WORK INSTRUCTION ::
Only the lines below starting at the one containing "public required Finding<BucklingLength> LengthY" and ending at the one containing "ThrowUnlessPositive(Modulus, nameof(Modulus));" belong in the answer, each copied exactly.

- Opening Delimiter -

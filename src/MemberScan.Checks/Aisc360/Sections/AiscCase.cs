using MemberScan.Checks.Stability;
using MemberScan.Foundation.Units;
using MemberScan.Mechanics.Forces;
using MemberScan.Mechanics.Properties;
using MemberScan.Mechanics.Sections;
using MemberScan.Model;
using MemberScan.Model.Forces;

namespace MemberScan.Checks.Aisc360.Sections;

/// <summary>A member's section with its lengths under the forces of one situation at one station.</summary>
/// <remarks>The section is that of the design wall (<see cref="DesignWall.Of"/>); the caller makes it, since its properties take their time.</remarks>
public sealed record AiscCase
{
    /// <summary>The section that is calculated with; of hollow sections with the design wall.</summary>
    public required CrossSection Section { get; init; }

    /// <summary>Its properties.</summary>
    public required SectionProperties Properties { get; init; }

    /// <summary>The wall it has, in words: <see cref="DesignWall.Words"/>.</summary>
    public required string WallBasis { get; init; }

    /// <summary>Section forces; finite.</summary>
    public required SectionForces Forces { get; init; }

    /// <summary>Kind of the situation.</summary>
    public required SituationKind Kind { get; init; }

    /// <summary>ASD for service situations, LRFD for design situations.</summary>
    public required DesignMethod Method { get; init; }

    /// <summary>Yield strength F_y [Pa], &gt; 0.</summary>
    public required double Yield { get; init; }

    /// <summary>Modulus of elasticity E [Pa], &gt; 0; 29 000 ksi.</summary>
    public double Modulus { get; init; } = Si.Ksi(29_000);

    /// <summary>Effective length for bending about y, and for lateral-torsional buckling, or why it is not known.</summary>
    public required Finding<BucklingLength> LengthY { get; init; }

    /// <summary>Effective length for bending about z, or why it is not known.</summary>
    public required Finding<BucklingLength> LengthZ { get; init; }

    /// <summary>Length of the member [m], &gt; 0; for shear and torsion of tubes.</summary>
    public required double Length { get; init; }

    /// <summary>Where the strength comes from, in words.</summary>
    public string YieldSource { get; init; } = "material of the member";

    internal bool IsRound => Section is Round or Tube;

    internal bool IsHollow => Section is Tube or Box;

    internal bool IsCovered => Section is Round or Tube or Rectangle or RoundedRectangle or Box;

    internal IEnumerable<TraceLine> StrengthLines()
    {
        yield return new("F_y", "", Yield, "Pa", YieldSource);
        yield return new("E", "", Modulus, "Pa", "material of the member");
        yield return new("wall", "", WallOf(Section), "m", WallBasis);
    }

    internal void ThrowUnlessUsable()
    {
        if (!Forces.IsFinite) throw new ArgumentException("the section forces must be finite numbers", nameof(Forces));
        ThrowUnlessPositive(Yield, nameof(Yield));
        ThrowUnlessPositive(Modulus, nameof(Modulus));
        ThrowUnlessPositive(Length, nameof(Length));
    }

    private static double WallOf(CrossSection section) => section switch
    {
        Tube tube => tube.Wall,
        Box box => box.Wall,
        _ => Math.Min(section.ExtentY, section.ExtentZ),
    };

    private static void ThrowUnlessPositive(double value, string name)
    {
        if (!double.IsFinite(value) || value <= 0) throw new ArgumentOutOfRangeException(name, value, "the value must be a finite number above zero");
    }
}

- Closing Delimiter -

ANSWER BOX ::
    public required Finding<BucklingLength> LengthY { get; init; }

    /// <summary>Effective length for bending about z, or why it is not known.</summary>
    public required Finding<BucklingLength> LengthZ { get; init; }

    /// <summary>Length of the member [m], &gt; 0; for shear and torsion of tubes.</summary>
    public required double Length { get; init; }

    /// <summary>Where the strength comes from, in words.</summary>
    public string YieldSource { get; init; } = "material of the member";

    internal bool IsRound => Section is Round or Tube;

    internal bool IsHollow => Section is Tube or Box;

    internal bool IsCovered => Section is Round or Tube or Rectangle or RoundedRectangle or Box;

    internal IEnumerable<TraceLine> StrengthLines()
    {
        yield return new("F_y", "", Yield, "Pa", YieldSource);
        yield return new("E", "", Modulus, "Pa", "material of the member");
        yield return new("wall", "", WallOf(Section), "m", WallBasis);
    }

    internal void ThrowUnlessUsable()
    {
        if (!Forces.IsFinite) throw new ArgumentException("the section forces must be finite numbers", nameof(Forces));
        ThrowUnlessPositive(Yield, nameof(Yield));
        ThrowUnlessPositive(Modulus, nameof(Modulus));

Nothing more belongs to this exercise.